We’re continuing on with our Feedback project for the RJM Programming website today, incorporating the recent Annotation and Email Attachment functionality we last talked about with Canvas Annotation Email Attachment Rotation Tutorial. We build on yesterday’s Feedback Email Attachment Primer Tutorial as shown below, to add …
- a dropdown list of RJM Programming Blog Posting Titles to “start the ball rolling” regarding a possible feedback topic for the user
- improvements to styling and practicalities such as supplying default From field to encourage that field’s use by the user
We use what we like to term as “Client Pre-emptive Iframe” methods to satisfy idea 1 above and maybe you would like to read Client Pre-emptive Iframe Crontab Curl Rotated Report Tutorial (all the way through) for a more thorough discussion, but for now, consider the idea as Javascript client work feeling a bit like PHP server work, by using the onload event of an HTML iframe element (probably using a src= parameter from the same domain your HTML sits on) to (what feels like internally datascraping) the iframe’s document.body.innerHTML and extract something of interest to load into a local HTML element, quite often that being an HTML div element. We do that to take that dropdown of the RJM Programming landing page relating to the latest RJM Programming blog postings and “slap” this into the local HTML div element, and rewrite the logic of its onchange event logic to do what we want to do here, rather than what the RJM Programming landing page wants to do. In doing this, our Javascript client is actually “channelling” PHP behind the scenes, else how else could we glean that information from a WordPress MySql database (pray tell … have been longing for a chance to use that phrase)? Read that previous link’s blog posting, and perhaps more off it to get the whole story of how HTML can be the “conduit” of doing server side feeling things via the use of the dynamic duo … Crontab (of Linux or Unix) and Curl (of lots of platforms).
This is “Client Pre-emptive Iframe” where we know the src= of the HTML iframe in a “static” way, but we believe here that some web applications can be designed where src= can be in the form of a sequence that doesn’t always exist, but your code can check for this, and not fall over, and continue being that little bit “server” like without being “server” like … “Clayton’s” anyone?!
So, again, please see …
- feedback.html HTML and Javascript changed from last time in this way, with this live run … that supervises the emailing …
- world.php as the unchanged PHP emailer of email attachment … and …
- world.js as the unchanged supervised external Javascript
We hope you give the Feedback web application a go.
Previous relevant Feedback Email Attachment Primer Tutorial is shown below.
We’re starting out on a Feedback project for the RJM Programming website today, incorporating the recent Annotation and Email Attachment functionality we last talked about with Canvas Annotation Email Attachment Rotation Tutorial.

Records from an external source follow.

"""A person is asked on standard error, and believed only when the value that was set agrees."""

from __future__ import annotations

import os
import pty
import subprocess
import sys
import threading

import pytest
from pydantic import ValidationError

from drivers.contract import InstrumentLost, Interrupted, NotConfirmed, OutOfLimits
from drivers.instruments.manual import ManualInstrument, ManualSection, Terminal

NEVER = threading.Event()
KEYS = {"quantity": "attenuation", "unit": "dB", "limits": [0, 60], "safe": 60, "name": "the step attenuator"}


class Colleague(Terminal):
    """Answers what it was told to, and remembers what it was asked."""

    def __init__(self, *answers: str) -> None:
        self.answers = list(answers)
        self.heard: list[str] = []

    def tell(self, text: str) -> None:
        self.heard.append(text)

    def ask(self, text: str, cancel: threading.Event) -> str:
        self.heard.append(text)
        return self.answers.pop(0)


def by_hand(*answers: str, **changed: object) -> tuple[ManualInstrument, Colleague]:
    colleague = Colleague(*answers)
    return ManualInstrument(ManualSection.model_validate(KEYS | changed), colleague), colleague


def test_the_operator_is_asked_for_the_value_and_confirms_it() -> None:
    instrument, colleague = by_hand("", "21", "21.5 dB", tolerance=0.6)
    with instrument:
        assert instrument.apply(20, NEVER).reading == 20
        assert instrument.apply(21, NEVER).reading == 21
        assert instrument.apply(21, NEVER).reading == 21.5
    assert colleague.heard[0].startswith("Set the step attenuator to 20 dB.")
    assert not instrument.unattended


def test_another_value_than_the_one_asked_for_is_not_believed() -> None:
    instrument, colleague = by_hand("30", "twenty", "20")
    assert instrument.apply(20, NEVER).reading == 20
    assert colleague.heard[1].startswith("That is not 20 dB.")
    instrument, _ = by_hand("30", "30", "30")
    with pytest.raises(NotConfirmed):
        instrument.apply(20, NEVER)
    instrument, _ = by_hand("n")
    with pytest.raises(NotConfirmed, match="could not set"):
        instrument.apply(20, NEVER)


def test_nobody_is_asked_for_a_value_outside_the_limits() -> None:
    instrument, colleague = by_hand()
    with pytest.raises(OutOfLimits):
        instrument.apply(61, NEVER)
    assert colleague.heard == []


def test_on_the_way_out_the_operator_is_told_once_and_not_waited_for() -> None:
    instrument, colleague = by_hand("")
    instrument.apply(20, NEVER)
    instrument.make_safe()
    instrument.make_safe()
    assert colleague.heard[1:] == ["Now set the step attenuator to its safe value: 60 dB."]


def test_limits_and_a_safe_value_are_required() -> None:
    for key in ("limits", "safe", "unit", "quantity"):
        with pytest.raises(ValidationError):
            ManualSection.model_validate({name: value for name, value in KEYS.items() if name != key})


ASK = """
import threading, sys
from drivers.contract import DriverError
from drivers.instruments.manual import ManualInstrument, ManualSection
cancel = threading.Event()
if "cancel" in sys.argv:
    threading.Timer(0.5, cancel.set).start()
instrument = ManualInstrument(ManualSection.model_validate({keys}))
try:
    print("result", instrument.apply(20.0, cancel).reading)
except DriverError as error:
    print("error", type(error).__name__)
""".replace("{keys}", repr(KEYS))


@pytest.mark.parametrize(
    ("typed", "arguments", "result"),
    [
        (b"20 dB\n", [], "result 20.0"),
        (b"\n", [], "result 20.0"),
        (b"", ["cancel"], "error Interrupted"),
        (b"\x04", [], "error InstrumentLost"),
    ],
)
def test_at_a_real_terminal(typed: bytes, arguments: list[str], result: str) -> None:
    ours, theirs = pty.openpty()
    try:
        os.write(ours, b"n\n")  # typed before the question: no answer to it
        with subprocess.Popen(
            [sys.executable, "-c", ASK, *arguments],
            stdin=theirs,
            stdout=subprocess.PIPE,
            stderr=subprocess.PIPE,
        ) as process:
            assert process.stderr is not None
            assert process.stdout is not None
            asked = b""
            while b"n: it cannot be set." not in asked:
                more = os.read(process.stderr.fileno(), 1000)
                assert more, asked
                asked += more
            os.write(ours, typed)
            assert process.stdout.read().decode().strip() == result
    finally:
        os.close(ours)
        os.close(theirs)
    assert asked.startswith(b"Set the step attenuator to 20 dB.")


def test_without_a_terminal_nobody_can_answer() -> None:
    done = subprocess.run(
        [sys.executable, "-c", ASK], stdin=subprocess.DEVNULL, capture_output=True, text=True, timeout=60
    )
    assert done.stdout.strip() == "error InstrumentLost"


def test_cancelling_beforehand_asks_for_nothing_at_a_terminal() -> None:
    cancelled = threading.Event()
    cancelled.set()
    instrument = ManualInstrument(ManualSection.model_validate(KEYS))
    with pytest.raises((Interrupted, InstrumentLost)):
        instrument.apply(20, cancelled)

Being as we use email, we want to be able to do a few things that make it worthwhile to do, rather than just use an email client. The scribble functionality and image placement functionality fits this “bill”, otherwise why “reinvent wheels”. But we are in the early days here, and we’ll be revisiting this theme and then we proceed to non-Primer tutorials on the topic, and, as always, we’d welcome any of your feedback, as users.
Feedback and polling have that similarity of encouraging user input, short of allowing blog users to post their own blogs, a stage we have not allowed here at this blog, as the moderation of image data is a step too far for us to maintain. But please know we’ll review any of your feedback and respond accordingly. To reply to your feedback we’d need the From field be filled out with a legitimate email address, something also required bt many email clients to better determine an email is not spam.
So please see …
- feedback.html HTML and Javascript new to our project today, with this live run … that supervises the emailing …
- world.php PHP emailer of email attachment changed from last time in this way … and …
- world.js as the unchanged supervised external Javascript
As we say, we will return, and hope this gives you more food for thought with your own endeavours.